PROBLEM TO SOLVE: Among the entries below, extract exactly the lines that run from the one with "c.source, tolerance: c.tolerance" through the one with "const difference = Math.abs(p.value", both ends included.

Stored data
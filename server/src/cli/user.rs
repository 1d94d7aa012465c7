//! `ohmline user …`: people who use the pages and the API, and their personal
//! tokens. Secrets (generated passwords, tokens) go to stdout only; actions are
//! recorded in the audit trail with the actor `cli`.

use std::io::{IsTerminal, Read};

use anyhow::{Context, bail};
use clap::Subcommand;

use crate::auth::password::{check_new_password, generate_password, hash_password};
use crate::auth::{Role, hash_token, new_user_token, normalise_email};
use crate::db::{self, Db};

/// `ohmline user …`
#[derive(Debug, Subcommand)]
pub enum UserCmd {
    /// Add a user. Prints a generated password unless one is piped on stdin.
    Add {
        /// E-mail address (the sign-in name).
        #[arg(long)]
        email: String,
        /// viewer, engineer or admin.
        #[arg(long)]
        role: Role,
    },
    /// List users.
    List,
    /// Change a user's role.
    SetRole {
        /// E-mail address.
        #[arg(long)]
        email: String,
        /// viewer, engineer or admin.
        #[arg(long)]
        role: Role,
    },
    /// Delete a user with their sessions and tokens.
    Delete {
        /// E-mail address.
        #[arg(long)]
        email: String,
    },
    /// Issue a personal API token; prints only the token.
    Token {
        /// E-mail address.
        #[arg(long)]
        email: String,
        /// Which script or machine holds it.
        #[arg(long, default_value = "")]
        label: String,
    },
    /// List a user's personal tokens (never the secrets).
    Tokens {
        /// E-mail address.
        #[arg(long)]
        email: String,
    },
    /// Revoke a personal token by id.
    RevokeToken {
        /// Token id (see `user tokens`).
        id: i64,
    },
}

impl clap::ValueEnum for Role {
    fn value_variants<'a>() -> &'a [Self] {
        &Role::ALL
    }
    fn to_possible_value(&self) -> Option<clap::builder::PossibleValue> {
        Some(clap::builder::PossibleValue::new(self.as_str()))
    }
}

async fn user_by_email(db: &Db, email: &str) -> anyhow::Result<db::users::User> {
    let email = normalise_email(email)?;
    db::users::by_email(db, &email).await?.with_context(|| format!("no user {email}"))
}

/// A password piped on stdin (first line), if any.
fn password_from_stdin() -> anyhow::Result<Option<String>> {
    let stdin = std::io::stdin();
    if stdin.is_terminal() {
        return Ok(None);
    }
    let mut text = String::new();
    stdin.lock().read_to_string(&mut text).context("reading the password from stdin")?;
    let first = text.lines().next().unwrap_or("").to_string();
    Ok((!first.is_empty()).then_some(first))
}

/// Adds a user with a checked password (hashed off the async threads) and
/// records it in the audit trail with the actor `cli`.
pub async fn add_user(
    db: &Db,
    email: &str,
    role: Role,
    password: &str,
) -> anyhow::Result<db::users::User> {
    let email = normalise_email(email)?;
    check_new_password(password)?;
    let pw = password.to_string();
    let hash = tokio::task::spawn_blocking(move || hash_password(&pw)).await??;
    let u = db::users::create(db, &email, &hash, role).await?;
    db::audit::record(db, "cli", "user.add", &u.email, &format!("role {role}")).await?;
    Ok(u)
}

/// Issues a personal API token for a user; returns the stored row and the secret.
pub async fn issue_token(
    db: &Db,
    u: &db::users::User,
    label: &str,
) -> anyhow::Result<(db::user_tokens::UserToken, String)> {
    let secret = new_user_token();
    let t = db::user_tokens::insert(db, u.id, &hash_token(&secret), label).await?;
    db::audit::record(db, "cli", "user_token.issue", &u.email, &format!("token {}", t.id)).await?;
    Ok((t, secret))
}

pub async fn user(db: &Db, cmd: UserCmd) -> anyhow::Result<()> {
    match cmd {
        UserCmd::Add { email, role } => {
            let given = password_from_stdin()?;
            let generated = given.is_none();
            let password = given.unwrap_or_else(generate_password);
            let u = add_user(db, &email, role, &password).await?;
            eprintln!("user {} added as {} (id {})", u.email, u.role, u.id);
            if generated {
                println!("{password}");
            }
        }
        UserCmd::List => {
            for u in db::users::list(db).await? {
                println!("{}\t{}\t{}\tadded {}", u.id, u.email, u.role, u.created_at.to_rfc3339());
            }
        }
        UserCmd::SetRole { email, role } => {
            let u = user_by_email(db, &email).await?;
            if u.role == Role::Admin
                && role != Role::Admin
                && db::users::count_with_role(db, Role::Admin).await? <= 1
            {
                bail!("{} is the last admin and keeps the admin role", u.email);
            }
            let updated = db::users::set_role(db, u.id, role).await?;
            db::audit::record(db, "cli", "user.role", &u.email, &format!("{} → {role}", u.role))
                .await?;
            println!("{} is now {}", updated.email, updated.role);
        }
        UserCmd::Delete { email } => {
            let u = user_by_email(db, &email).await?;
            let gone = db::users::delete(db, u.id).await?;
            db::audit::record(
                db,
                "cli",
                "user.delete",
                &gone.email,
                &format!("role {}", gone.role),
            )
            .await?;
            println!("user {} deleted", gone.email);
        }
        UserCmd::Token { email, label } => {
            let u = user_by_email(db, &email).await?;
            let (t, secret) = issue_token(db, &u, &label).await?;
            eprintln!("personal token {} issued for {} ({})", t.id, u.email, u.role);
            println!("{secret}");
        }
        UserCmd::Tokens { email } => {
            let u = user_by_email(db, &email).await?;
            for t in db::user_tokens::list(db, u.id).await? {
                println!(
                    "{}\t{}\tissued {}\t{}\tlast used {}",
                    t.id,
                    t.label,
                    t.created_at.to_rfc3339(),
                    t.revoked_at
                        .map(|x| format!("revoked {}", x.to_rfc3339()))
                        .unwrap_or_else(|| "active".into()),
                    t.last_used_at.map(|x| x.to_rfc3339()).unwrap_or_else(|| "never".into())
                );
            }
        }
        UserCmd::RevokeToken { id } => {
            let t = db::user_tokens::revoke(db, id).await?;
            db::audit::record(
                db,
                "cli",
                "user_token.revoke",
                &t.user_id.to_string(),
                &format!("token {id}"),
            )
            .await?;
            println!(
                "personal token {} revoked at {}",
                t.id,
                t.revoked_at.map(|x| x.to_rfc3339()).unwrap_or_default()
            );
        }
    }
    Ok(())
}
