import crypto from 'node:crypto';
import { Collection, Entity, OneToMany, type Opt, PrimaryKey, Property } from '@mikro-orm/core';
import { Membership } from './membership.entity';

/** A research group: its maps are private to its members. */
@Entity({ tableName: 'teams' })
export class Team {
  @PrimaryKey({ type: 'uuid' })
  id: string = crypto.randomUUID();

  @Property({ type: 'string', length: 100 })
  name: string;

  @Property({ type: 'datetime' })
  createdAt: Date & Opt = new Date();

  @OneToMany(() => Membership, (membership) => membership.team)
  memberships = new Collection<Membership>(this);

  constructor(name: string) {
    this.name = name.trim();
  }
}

---

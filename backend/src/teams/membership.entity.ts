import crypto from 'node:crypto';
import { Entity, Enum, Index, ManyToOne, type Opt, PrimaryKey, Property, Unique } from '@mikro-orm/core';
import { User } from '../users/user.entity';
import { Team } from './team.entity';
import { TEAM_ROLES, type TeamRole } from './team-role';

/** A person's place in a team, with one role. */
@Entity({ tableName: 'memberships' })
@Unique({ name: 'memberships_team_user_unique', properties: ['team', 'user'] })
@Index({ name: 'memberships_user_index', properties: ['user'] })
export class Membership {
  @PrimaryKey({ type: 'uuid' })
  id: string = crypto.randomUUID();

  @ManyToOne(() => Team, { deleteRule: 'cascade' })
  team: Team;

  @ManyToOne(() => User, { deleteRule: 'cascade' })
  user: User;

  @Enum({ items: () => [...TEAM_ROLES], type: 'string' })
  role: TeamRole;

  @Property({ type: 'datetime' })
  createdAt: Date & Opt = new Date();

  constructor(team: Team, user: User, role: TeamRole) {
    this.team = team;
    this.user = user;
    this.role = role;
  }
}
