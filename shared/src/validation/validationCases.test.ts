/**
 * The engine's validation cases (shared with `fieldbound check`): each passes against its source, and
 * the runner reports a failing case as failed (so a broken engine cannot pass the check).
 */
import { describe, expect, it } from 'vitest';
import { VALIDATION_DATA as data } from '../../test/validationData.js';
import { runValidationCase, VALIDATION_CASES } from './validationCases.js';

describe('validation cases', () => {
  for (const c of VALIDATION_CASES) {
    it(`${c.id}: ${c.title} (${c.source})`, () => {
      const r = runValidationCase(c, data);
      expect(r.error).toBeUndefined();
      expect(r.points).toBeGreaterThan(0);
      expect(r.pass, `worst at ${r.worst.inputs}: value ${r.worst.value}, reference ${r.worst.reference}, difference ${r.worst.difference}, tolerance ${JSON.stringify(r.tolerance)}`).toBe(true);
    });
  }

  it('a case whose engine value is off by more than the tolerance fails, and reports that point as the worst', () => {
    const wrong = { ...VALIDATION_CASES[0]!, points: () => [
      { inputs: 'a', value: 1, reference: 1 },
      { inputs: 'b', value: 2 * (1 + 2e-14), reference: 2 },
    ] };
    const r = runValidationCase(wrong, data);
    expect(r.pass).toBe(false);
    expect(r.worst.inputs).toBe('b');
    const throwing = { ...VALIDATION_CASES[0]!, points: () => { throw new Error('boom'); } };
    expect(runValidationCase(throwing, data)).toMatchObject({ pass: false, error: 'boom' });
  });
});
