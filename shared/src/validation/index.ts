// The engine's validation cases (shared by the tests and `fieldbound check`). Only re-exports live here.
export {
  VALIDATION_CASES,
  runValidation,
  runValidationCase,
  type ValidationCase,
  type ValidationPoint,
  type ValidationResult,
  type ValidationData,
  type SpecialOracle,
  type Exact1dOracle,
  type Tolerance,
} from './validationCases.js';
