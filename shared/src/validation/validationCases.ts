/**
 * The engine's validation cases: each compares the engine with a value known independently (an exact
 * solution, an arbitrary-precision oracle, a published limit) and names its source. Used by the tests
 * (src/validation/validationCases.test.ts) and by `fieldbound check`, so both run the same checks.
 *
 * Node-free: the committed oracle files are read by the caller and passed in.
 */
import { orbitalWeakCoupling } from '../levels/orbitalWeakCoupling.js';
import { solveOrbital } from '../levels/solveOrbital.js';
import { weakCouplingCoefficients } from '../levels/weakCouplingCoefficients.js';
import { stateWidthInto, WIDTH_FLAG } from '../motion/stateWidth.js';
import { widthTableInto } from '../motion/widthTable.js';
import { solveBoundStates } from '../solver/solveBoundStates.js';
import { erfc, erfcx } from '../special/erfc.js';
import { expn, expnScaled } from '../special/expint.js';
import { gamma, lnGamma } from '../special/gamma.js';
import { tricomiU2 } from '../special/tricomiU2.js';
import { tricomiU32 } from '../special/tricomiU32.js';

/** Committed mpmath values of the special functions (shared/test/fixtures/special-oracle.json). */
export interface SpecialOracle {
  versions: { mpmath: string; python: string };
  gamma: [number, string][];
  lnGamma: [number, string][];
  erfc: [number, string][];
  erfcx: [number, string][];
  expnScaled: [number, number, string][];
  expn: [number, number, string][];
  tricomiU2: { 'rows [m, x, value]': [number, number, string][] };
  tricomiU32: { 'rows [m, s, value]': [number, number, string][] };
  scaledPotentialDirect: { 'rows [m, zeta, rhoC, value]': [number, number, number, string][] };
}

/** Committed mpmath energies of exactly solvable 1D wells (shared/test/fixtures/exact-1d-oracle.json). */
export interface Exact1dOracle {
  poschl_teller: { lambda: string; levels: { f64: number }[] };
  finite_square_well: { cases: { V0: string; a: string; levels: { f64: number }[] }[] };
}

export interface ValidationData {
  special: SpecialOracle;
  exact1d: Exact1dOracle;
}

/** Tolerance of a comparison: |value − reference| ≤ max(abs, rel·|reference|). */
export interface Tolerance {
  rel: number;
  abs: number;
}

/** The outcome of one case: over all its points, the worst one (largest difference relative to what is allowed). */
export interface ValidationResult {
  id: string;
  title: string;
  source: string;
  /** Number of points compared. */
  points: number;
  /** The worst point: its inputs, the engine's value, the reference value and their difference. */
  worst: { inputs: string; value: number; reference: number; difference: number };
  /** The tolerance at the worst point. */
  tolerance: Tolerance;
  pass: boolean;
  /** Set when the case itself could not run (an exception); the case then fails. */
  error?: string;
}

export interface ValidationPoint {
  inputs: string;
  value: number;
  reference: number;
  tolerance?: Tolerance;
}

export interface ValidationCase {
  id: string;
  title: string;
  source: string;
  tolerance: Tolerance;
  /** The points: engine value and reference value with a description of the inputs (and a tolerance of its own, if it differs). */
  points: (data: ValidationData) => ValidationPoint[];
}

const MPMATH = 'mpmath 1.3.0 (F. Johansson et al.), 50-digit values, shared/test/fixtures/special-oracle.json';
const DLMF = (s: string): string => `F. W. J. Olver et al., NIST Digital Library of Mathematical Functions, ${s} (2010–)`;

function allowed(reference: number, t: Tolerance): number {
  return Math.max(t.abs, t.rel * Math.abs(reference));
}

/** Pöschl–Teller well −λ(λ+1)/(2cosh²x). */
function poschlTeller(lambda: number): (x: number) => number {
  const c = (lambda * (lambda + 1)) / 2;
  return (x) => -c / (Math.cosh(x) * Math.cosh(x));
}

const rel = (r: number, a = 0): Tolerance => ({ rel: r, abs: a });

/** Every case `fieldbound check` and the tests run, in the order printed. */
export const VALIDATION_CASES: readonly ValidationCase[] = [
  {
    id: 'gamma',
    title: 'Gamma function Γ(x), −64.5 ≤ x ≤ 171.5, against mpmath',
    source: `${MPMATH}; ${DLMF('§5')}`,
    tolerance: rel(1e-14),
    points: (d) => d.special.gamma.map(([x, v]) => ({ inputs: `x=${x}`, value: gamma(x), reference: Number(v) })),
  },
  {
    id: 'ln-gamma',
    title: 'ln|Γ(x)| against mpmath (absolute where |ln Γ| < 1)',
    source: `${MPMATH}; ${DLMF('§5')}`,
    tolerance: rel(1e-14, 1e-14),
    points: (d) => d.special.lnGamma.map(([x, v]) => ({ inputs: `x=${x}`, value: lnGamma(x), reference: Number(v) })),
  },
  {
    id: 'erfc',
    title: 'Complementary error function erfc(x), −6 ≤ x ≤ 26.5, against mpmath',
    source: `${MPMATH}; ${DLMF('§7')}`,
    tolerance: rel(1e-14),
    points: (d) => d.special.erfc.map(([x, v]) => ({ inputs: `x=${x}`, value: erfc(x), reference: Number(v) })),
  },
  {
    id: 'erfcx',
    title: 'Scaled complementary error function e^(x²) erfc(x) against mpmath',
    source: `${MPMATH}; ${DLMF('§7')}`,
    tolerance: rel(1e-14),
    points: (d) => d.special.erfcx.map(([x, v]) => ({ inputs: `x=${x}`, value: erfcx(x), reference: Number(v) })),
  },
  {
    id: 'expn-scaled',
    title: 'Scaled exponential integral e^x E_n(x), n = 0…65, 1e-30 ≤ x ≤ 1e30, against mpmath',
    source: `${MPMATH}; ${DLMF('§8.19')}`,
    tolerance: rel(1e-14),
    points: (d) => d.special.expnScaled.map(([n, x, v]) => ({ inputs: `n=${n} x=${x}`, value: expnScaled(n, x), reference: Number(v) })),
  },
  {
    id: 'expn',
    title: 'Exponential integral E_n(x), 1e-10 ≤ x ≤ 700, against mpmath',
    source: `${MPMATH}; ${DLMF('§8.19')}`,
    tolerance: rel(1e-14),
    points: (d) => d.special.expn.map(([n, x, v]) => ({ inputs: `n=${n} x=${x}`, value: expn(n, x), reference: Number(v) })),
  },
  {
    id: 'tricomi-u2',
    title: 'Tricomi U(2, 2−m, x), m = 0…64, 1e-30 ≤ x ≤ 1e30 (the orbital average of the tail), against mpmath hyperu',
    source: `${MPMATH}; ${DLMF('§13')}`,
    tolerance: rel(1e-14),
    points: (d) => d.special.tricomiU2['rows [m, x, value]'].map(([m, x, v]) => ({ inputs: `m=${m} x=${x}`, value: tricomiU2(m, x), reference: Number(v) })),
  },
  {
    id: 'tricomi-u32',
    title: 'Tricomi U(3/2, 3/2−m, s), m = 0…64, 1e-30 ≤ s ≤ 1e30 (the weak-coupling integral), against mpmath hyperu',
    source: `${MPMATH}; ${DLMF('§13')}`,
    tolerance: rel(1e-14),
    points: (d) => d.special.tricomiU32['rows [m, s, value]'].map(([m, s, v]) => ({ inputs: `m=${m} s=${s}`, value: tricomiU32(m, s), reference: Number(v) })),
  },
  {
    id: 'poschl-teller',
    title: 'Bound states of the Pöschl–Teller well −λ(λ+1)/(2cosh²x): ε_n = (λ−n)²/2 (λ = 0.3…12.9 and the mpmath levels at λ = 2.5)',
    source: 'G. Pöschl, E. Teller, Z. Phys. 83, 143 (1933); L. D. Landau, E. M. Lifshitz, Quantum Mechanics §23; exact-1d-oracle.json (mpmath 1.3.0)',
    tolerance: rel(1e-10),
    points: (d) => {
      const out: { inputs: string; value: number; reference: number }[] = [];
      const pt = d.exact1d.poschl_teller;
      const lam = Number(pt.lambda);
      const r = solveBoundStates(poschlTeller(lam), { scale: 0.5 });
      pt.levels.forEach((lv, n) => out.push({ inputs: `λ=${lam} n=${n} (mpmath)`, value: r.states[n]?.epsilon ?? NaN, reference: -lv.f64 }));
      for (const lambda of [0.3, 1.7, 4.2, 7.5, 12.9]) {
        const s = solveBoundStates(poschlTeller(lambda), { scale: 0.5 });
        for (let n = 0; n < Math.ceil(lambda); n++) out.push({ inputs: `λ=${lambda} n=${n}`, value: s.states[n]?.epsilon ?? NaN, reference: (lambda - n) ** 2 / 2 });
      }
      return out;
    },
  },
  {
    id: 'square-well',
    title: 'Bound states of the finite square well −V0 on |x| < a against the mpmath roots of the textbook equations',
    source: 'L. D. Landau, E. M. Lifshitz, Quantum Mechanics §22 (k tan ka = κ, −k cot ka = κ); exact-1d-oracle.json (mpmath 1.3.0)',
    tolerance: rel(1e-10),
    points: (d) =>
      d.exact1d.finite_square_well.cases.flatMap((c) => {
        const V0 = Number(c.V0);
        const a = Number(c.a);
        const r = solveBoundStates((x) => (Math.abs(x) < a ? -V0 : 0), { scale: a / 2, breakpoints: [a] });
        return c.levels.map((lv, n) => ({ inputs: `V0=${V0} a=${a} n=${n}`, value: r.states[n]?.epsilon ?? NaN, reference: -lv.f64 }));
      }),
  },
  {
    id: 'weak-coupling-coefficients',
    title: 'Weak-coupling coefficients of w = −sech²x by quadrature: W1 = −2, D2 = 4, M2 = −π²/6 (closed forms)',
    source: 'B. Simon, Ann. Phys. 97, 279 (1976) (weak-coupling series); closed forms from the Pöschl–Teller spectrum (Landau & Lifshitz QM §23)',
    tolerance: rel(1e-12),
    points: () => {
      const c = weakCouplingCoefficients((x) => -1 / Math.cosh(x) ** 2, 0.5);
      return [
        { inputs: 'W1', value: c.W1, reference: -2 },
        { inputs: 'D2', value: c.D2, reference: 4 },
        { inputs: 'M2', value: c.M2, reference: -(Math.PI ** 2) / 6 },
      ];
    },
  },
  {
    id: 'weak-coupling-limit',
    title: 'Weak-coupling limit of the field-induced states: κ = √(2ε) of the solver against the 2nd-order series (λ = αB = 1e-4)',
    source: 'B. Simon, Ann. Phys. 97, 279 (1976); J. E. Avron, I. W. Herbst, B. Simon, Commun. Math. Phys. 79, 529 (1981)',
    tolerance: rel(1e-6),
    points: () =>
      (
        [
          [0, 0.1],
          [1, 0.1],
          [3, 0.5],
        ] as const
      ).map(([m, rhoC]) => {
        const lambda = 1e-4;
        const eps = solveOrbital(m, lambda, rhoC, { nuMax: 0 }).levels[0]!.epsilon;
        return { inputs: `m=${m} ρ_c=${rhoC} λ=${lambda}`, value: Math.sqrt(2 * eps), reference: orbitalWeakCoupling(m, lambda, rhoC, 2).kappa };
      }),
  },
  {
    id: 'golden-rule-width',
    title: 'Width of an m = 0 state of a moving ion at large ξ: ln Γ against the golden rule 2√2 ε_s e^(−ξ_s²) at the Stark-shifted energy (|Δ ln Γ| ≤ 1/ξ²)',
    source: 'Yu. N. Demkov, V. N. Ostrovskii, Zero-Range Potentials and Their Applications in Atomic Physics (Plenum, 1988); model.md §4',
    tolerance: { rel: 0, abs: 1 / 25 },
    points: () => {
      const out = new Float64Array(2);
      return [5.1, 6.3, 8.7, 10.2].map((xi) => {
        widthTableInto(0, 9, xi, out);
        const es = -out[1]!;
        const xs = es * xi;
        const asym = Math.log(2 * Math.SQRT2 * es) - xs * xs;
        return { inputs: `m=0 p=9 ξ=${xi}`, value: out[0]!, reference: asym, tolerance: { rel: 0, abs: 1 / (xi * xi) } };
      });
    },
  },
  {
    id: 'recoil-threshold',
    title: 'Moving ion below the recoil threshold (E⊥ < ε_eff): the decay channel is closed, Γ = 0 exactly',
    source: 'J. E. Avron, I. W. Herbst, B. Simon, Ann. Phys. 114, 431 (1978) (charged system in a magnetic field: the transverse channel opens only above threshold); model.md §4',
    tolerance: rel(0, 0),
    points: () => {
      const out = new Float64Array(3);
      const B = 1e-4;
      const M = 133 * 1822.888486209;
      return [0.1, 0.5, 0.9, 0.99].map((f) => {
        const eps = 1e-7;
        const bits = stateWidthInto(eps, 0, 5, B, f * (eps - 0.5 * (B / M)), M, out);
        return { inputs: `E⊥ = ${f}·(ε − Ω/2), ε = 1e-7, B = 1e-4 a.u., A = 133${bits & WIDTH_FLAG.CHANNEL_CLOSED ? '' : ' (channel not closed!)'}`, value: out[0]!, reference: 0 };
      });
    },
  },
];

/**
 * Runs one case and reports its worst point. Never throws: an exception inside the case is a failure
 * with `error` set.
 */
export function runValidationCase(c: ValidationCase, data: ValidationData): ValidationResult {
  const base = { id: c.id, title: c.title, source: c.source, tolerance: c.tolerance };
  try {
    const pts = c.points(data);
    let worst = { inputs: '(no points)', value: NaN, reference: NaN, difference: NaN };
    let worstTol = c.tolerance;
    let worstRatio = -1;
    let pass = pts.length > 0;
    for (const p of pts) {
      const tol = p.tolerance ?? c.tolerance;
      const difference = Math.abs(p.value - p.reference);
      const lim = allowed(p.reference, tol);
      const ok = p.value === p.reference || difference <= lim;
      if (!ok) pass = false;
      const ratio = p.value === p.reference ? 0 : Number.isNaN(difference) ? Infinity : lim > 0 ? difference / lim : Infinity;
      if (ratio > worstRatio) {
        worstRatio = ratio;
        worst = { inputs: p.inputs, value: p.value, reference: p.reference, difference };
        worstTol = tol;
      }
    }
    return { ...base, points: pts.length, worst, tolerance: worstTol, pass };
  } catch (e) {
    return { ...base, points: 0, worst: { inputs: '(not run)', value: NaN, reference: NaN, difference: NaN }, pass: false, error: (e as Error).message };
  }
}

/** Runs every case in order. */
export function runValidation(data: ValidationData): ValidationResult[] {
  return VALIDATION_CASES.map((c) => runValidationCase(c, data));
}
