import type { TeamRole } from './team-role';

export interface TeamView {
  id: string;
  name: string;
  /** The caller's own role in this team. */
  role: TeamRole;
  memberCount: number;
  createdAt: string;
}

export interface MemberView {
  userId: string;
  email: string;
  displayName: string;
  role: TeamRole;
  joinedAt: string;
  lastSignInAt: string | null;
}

==

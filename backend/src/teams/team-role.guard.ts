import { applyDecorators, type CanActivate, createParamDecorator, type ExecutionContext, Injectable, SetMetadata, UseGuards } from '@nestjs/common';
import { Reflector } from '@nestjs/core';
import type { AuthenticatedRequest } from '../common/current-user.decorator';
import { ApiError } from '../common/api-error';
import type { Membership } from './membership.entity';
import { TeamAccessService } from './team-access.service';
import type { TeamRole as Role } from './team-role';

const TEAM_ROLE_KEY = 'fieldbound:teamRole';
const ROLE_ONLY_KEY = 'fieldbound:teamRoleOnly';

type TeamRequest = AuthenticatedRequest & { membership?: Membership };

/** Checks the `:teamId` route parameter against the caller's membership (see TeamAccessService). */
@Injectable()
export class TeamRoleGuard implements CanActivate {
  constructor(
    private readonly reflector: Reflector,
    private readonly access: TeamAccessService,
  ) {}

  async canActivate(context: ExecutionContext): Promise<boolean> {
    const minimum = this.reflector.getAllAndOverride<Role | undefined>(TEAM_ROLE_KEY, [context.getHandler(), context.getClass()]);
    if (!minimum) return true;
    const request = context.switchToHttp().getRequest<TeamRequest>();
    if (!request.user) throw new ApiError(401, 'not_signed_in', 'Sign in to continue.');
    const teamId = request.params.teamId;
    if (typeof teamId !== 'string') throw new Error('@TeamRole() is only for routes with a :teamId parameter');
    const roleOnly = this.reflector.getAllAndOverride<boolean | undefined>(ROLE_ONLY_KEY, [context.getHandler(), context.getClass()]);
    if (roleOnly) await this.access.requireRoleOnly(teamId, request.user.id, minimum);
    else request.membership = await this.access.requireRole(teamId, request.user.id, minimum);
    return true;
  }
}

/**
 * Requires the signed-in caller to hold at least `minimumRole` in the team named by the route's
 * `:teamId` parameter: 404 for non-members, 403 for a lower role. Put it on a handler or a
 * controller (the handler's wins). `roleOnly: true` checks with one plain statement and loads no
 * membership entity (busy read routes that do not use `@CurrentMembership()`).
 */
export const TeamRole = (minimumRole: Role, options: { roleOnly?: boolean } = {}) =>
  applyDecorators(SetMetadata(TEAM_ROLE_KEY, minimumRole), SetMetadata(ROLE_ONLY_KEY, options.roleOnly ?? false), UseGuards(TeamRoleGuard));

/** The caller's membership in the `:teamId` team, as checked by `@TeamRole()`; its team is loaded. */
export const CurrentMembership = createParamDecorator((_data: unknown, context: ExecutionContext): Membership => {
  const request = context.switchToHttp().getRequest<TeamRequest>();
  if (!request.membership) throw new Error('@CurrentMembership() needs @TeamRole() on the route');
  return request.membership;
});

FINAL ANSWER:
  const base = { id: c.id, title: c.title, source: c.source, tolerance: c.tolerance };
  try {
    const pts = c.points(data);
    let worst = { inputs: '(no points)', value: NaN, reference: NaN, difference: NaN };
    let worstTol = c.tolerance;
    let worstRatio = -1;
    let pass = pts.length > 0;
    for (const p of pts) {
      const tol = p.tolerance ?? c.tolerance;
      const difference = Math.abs(p.value - p.reference);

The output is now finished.